From threat to trust: assessing security risks of agentic AI systems
Abstract
Agentic artificial intelligence (AI) systems are expected to have transformative impacts across sectors, including critical areas like finance and healthcare. Their architectural complexity, autonomous decision-making abilities, adaptive behaviors, and capacity to interact with the environment using tools are also likely to introduce new and poorly understood security risks. Existing security research and risk management frameworks are still in the early stages of development and are insufficient for addressing the complex vulnerabilities unique to agentic AI. This paper fills this important gap by presenting a comprehensive, layered risk assessment methodology that combines traditional threat modeling. The methodology recognizes that a threat to an agentic AI system not only compromises conventional security properties but also affects the trustworthiness of the system itself. Our method systematically maps and evaluates threats across different architectural layers of agentic AI, assessing how violations of trustworthiness impact the system to help prioritize risk reduction efforts. We demonstrate how this method works through a detailed case study of “RoboPMS,” a multi-agent autonomous portfolio management system in the financial sector.

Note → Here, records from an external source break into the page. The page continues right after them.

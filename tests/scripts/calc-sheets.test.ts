import { mkdtempSync, writeFileSync } from 'node:fs';
import { tmpdir } from 'node:os';
import { join } from 'node:path';
import { describe, expect, it } from 'vitest';
import { calcCli } from './calc-helpers';

const dir = mkdtempSync(join(tmpdir(), 'calc-sheets-'));
function jobFile(name: string, job: unknown): string {
  const f = join(dir, name);
  writeFileSync(f, JSON.stringify(job));
  return f;
}

type SheetsOut = {
  sheetCount: number;
  lowerBound: number;
  waste_pct: number;
  sheets: { length: number; width: number; placements: { label: string; x: number; y: number; length: number; width: number; rotated: boolean }[]; cuts: { x1: number; y1: number; x2: number; y2: number }[] }[];
};

// A child process per case: tsx starts slowly on a busy machine, hence the long timeouts.
describe('calc sheets', { timeout: 60_000 }, () => {
  it('prints the documented fields; six 600 × 400 grain parts on one trimmed 2440 × 1220 sheet', () => {
    // Trimmed 2420 × 1200: 3·600 + 2·3 = 1806 along, 2·400 + 3 = 803 across → 6 fit on one sheet (3 across is 1206 > 1200).
    const f = jobFile('a.json', { kerf: 3, trim: 10, sheets: [{ length: 2440, width: 1220, price: 60 }], parts: [{ length: 600, width: 400, qty: 6, label: 'Door', grain: true }] });
    const r = calcCli(['sheets', f]);
    expect(r.code).toBe(0);
    const out = JSON.parse(r.stdout) as SheetsOut;
    for (const k of ['sheetCount', 'lowerBound', 'waste_pct', 'sheets']) expect(out).toHaveProperty(k);
    expect(out.sheetCount).toBe(1);
    expect(out.lowerBound).toBe(1);
    expect(out.waste_pct).toBeCloseTo((1 - (6 * 600 * 400) / (2440 * 1220)) * 100, 2);
    const s = out.sheets[0];
    expect(s.placements).toHaveLength(6);
    for (const p of s.placements) for (const k of ['label', 'x', 'y', 'length', 'width', 'rotated']) expect(p).toHaveProperty(k);
    expect(s.cuts.length).toBeGreaterThan(0);
    for (const c of s.cuts) for (const k of ['x1', 'y1', 'x2', 'y2']) expect(c).toHaveProperty(k);
  });

  it('exits 1 naming the part that fits no sheet', () => {
    const f = jobFile('b.json', { kerf: 3, trim: 10, sheets: [{ length: 2440, width: 1220 }], parts: [{ length: 2430, width: 300, qty: 1, label: 'Worktop', grain: true }] });
    const r = calcCli(['sheets', f]);
    expect(r.code).toBe(1);
    expect(r.stderr).toContain("part 'Worktop'");
  });

  it('exits 1 naming the field out of bounds', () => {
    const f = jobFile('c.json', { kerf: 3, sheets: [{ length: 2440, width: 1220 }], parts: [{ length: 500, width: 300, qty: 0, label: 'A' }] });
    const r = calcCli(['sheets', f]);
    expect(r.code).toBe(1);
    expect(r.stderr).toContain('parts[0].qty');
  });
});
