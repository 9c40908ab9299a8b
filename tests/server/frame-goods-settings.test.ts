import { readFileSync } from 'node:fs';
import { afterAll, beforeAll, describe, expect, it } from 'vitest';
import { frameSchema } from '@shared/api/frames';
import { buildCabinetRun, parseCabinetSpec } from '@shared/model/cabinet-run';
import { signedIn, type ApiClient } from '../support/api-client';
import { makeProject, makeUser, makeWorkshop } from '../support/factories';
import { pdfText } from '../support/pdf-text';
import { createTestContext, truncateAll, type TestContext } from '../support/test-app';

// The builder's drawer-and-sheet choices are saved with the frame and reach the printed sheet plan.
let ctx: TestContext;
let designer: ApiClient;
let projectId: string;

beforeAll(async () => {
  ctx = await createTestContext();
  await truncateAll(ctx.orm);
  const d = await makeUser(ctx.orm);
  const workshop = await makeWorkshop(ctx.orm, [{ user: d, role: 'owner' }]);
  projectId = (await makeProject(ctx.orm, workshop)).id;
  designer = await signedIn(ctx.app, d);
});
afterAll(() => ctx.close());

// The invented side galley of the examples: three bays with drawers, a sink and a countertop.
const galley = () => JSON.parse(JSON.stringify(buildCabinetRun(parseCabinetSpec(JSON.parse(readFileSync(new URL('../../scripts/examples/side-galley-spec.json', import.meta.url), 'utf8'))))));
const pdf = (res: import('supertest').Test) =>
  res.buffer(true).parse((r, cb) => {
    const chunks: Buffer[] = [];
    r.on('data', (x: Buffer) => chunks.push(x));
    r.on('end', () => cb(null, Buffer.concat(chunks)));
  });

describe('sheet-goods choices saved with the frame', () => {
  it('a small sheet saved with the frame reaches the printed sheet plan; the defaults plan every part', async () => {
    const created = frameSchema.parse((await designer.post(`/api/projects/${projectId}/frames`, { name: 'Galley', document: galley() }).expect(201)).body);
    const before = await pdf(designer.get(`/api/frames/${created.id}/shop/sheet-plan.pdf`));
    expect(before.status).toBe(200);
    expect((await pdfText(before.body as Buffer)).text).not.toContain('Larger than the sheet, not planned');

    const doc = { ...created.document, goods: { sheet: { length: 900, width: 600 }, kerf: 4, trim: 5 } };
    const saved = await designer.put(`/api/frames/${created.id}/document`, { baseVersion: created.version, document: doc }).expect(200);
    const read = frameSchema.parse((await designer.get(`/api/frames/${created.id}`).expect(200)).body);
    expect((read.document as { goods?: { slide?: string } }).goods).toMatchObject({ sheet: { length: 900, width: 600 }, kerf: 4, trim: 5, slide: 'side-mount' });
    expect(saved.body.version).toBe(created.version + 1);

    const after = await pdf(designer.get(`/api/frames/${created.id}/shop/sheet-plan.pdf`));
    expect(after.status).toBe(200);
    // The galley's countertop is longer than 900 mm: on these sheets it cannot be planned.
    expect((await pdfText(after.body as Buffer)).text).toMatch(/Larger than the sheet, not planned[^]*Countertop/);
  });

  it('a kerf past its bound is refused naming the field, and the stored frame keeps its choices', async () => {
    const created = frameSchema.parse((await designer.post(`/api/projects/${projectId}/frames`, { name: 'Galley 2', document: { ...galley(), goods: { slide: 'under-mount' } } }).expect(201)).body);
    const res = await designer.put(`/api/frames/${created.id}/document`, { baseVersion: created.version, document: { ...created.document, goods: { kerf: 99 } } });
    expect(res.status).toBe(422);
    expect(Object.keys(res.body.error.fields).join(' ')).toMatch(/document\.goods.*kerf/);
    const read = frameSchema.parse((await designer.get(`/api/frames/${created.id}`).expect(200)).body);
    expect((read.document as { goods?: { slide?: string } }).goods?.slide).toBe('under-mount');
    expect(read.version).toBe(created.version);
  });

  it('a density or a sheet past its bounds is refused naming the field', async () => {
    const dense = await designer.post(`/api/projects/${projectId}/frames`, { name: 'Dense', document: { ...galley(), goods: { densities: { 'birch-18': 5 } } } });
    expect(dense.status).toBe(422);
    expect(Object.keys(dense.body.error.fields).join(' ')).toMatch(/document\.goods\.densities/);
    const huge = await designer.post(`/api/projects/${projectId}/frames`, { name: 'Huge', document: { ...galley(), goods: { sheet: { length: 1e9, width: 1220 } } } });
    expect(huge.status).toBe(422);
    expect(Object.keys(huge.body.error.fields).join(' ')).toMatch(/document\.goods\.sheet/);
  });

  it('an unknown slide type is refused naming the field', async () => {
    const res = await designer.post(`/api/projects/${projectId}/frames`, { name: 'Bad', document: { ...galley(), goods: { slide: 'wooden-runner' } } });
    expect(res.status).toBe(422);
    expect(res.body.error.fields).toHaveProperty(['document.goods.slide']);
  });
});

The analysis demonstrates how risks can be more effectively evaluated, understood, and prioritized to inform targeted mitigation strategies. By offering a structured, actionable framework for identifying, classifying, and managing risks in agentic AI systems, this work advances both academic knowledge and practical governance. The methodology can be adapted to various domains and is designed to help practitioners, risk managers, and policymakers ensure the secure and trustworthy integration of agentic AI into organizational information systems.